Production on the game began in 2017, around the time of Nier: Automatas release. The game was revealed at E3 2018 during Square Enix's own press conference and was originally slated to release in 2019. The first look at gameplay would be seen at Sony's December 2019 State of Play presentation. It was shown again at E3 2021, now labeled a "game as a service". This means that the game would be supported with free updates, new gameplay modes and content upon release. PlatinumGames opened a new Tokyo studio in 2020 to help the studio make live service games. The developers have stated that the game was always envisioned as a multiplayer, live service title, and expressed regret over some players having the false impression that it was a single player game because of previous footage only showing solo combat. One of the game's directors, Takahisa Sugiyama, stated that the challenge of creating an online, live-service game was "a lot harder to do than we thought". This, along with the impact of the COVID-19 pandemic and the release of new hardware, are cited as reasons for the game's lengthy delay.

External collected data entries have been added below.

/** A fixed-capacity ring of samples; `written` counts every sample ever pushed. */
export class SampleRing {
  private readonly data: Float64Array;
  written = 0;

  constructor(readonly capacity: number) {
    if (!Number.isInteger(capacity) || capacity < 1) throw new Error(`capacity must be an integer ≥ 1 (got ${capacity})`);
    this.data = new Float64Array(capacity);
  }

  /** Appends values (only the newest `capacity` are kept), copied by index: short batches are the rule, and typed-array views would cost more than the copy. */
  push(values: Float64Array): void {
    const skipped = Math.max(0, values.length - this.capacity);
    let at = (this.written + skipped) % this.capacity;
    for (let i = skipped; i < values.length; i++) {
      this.data[at] = values[i];
      if (++at === this.capacity) at = 0;
    }
    this.written += values.length;
  }

  /** The `n` samples ending `endOffset` samples before the newest, oldest first; n is capped by what is held. */
  latest(n: number, endOffset = 0): Float64Array {
    const held = Math.min(this.written, this.capacity);
    const count = Math.max(0, Math.min(n, held - endOffset));
    const out = new Float64Array(count);
    let at = (this.written - endOffset - count) % this.capacity;
    for (let i = 0; i < count; i++) {
      out[i] = this.data[at];
      if (++at === this.capacity) at = 0;
    }
    return out;
  }
}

The game was released on March 3, 2022, for PlayStation 4, PlayStation 5 and Windows, with cross-platform play support. Players who purchased the game's Digital Deluxe version could access the game on February 28, 2022. In September 2022, PlatinumGames and Square Enix announced further development and updates on the game would cease. On February 27, 2023, Babylon's Fall was shut down.

== Reception ==

Babylon's Fall received "generally unfavorable" reviews according to review aggregator website Metacritic, which listed Babylon's Fall as the third-worst game of 2022. Fellow review aggregator OpenCritic assessed that the game received weak approval, being recommended by 3% of critics.

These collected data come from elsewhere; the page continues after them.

def fit_window_normal(values, lower: float, upper: float) -> WindowNormalFit:
    """ML estimate of (mu, sigma) from readings truncated to ``[lower, upper]`` on both sides.

    Log-likelihood: ``sum log phi((x_i - mu)/sigma) - n log sigma - n log(Phi(beta) - Phi(alpha))``,
    maximised over ``(mu, log sigma)`` from the sample mean and SD (Nelder-Mead, then a numerical
    Hessian for the standard errors). A sample spread almost evenly over the window carries little
    information about a wide population, so ``converged`` is False when the fitted sigma runs away
    (more than 50 window widths) or the information matrix is not positive definite."""
    from scipy import optimize

    x = np.asarray(values, dtype=float).ravel()
    if len(x) < 3 or not np.all(np.isfinite(x)):
        raise ValueError("need at least 3 finite values")
    if np.any(x < lower) or np.any(x > upper):
        raise ValueError("some values lie outside the window")
    if np.ptp(x) == 0:
        raise ValueError("the values are all equal")
    start = np.array([x.mean(), np.log(x.std(ddof=1))])
    neg = lambda t: -_window_loglik(t, x, lower, upper)  # noqa: E731
    res = optimize.minimize(neg, start, method="Nelder-Mead",
                            options={"xatol": 1e-9, "fatol": 1e-10, "maxiter": 4000})
    res = optimize.minimize(neg, res.x, method="Nelder-Mead",
                            options={"xatol": 1e-10, "fatol": 1e-12, "maxiter": 4000})
    mu, log_sigma = res.x
    sigma = float(np.exp(log_sigma))
    hess = _numerical_hessian(lambda t: neg((t[0], np.log(t[1]))), np.array([mu, sigma]))
    cov, ok = _invert_information(hess)
    converged = bool(res.success and ok and sigma < 50 * (upper - lower))
    return WindowNormalFit(float(mu), sigma, float(np.sqrt(max(cov[0, 0], 0.0))), float(np.sqrt(max(cov[1, 1], 0.0))),
                           float(cov[0, 1]), float(-res.fun), len(x), float(lower), float(upper), converged)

Destructoid liked the combat, praising the "coffin combos" and "slick" dodges, but felt the actual structure of the game was boring; "most of the challenges are the same hallways, remixed, and the same enemies, slightly tweaked". Rock Paper Shotgun disliked the progression of the game, writing that it was needlessly confusing; "You rush through corridors and into progressively harder arenas... Occasionally there are yellow orbs to collect on your way, although I haven't been told what these do. Beat an arena and the game will give you a rank, like Stone or Bronze or Pure Platinum, which also nets you... nothing?"

Aggregate scores
| Aggregator | Score |
|---|---|
| Metacritic | PC: 46/100 PS5: 41/100 |
| OpenCritic | 3% recommend |

Review scores
| Publication | Score |
|---|---|
| Destructoid | 5/10 |
| Famitsu | 30/40 |
| Hardcore Gamer | 1.5/5 |
| IGN | 4/10 |
| Jeuxvideo.com | 12/20 |
| PC Gamer (US) | 45/100 |
| PC Games (DE) | 5/10 |
| Push Square | 3/10 |
| Shacknews | 5/10 |
| The Games Machine (Italy) | 5.8/10 |
| Video Games Chronicle | 1/5 |

=== Sales ===
On Steam, Babylon's Fall had an all-time high of 1,188 concurrent players on March 4, 2022, which fell to just one player in May 2022.

In Japan, the PlayStation 4 physical version sold 2,885 units within its first week of release, making it the twenty-fourth best-selling retail game of the week in the country. The PlayStation 5 physical version sold 2,224 units in the country during the same week, making it the twenty-seventh best-selling retail game of the week in the country.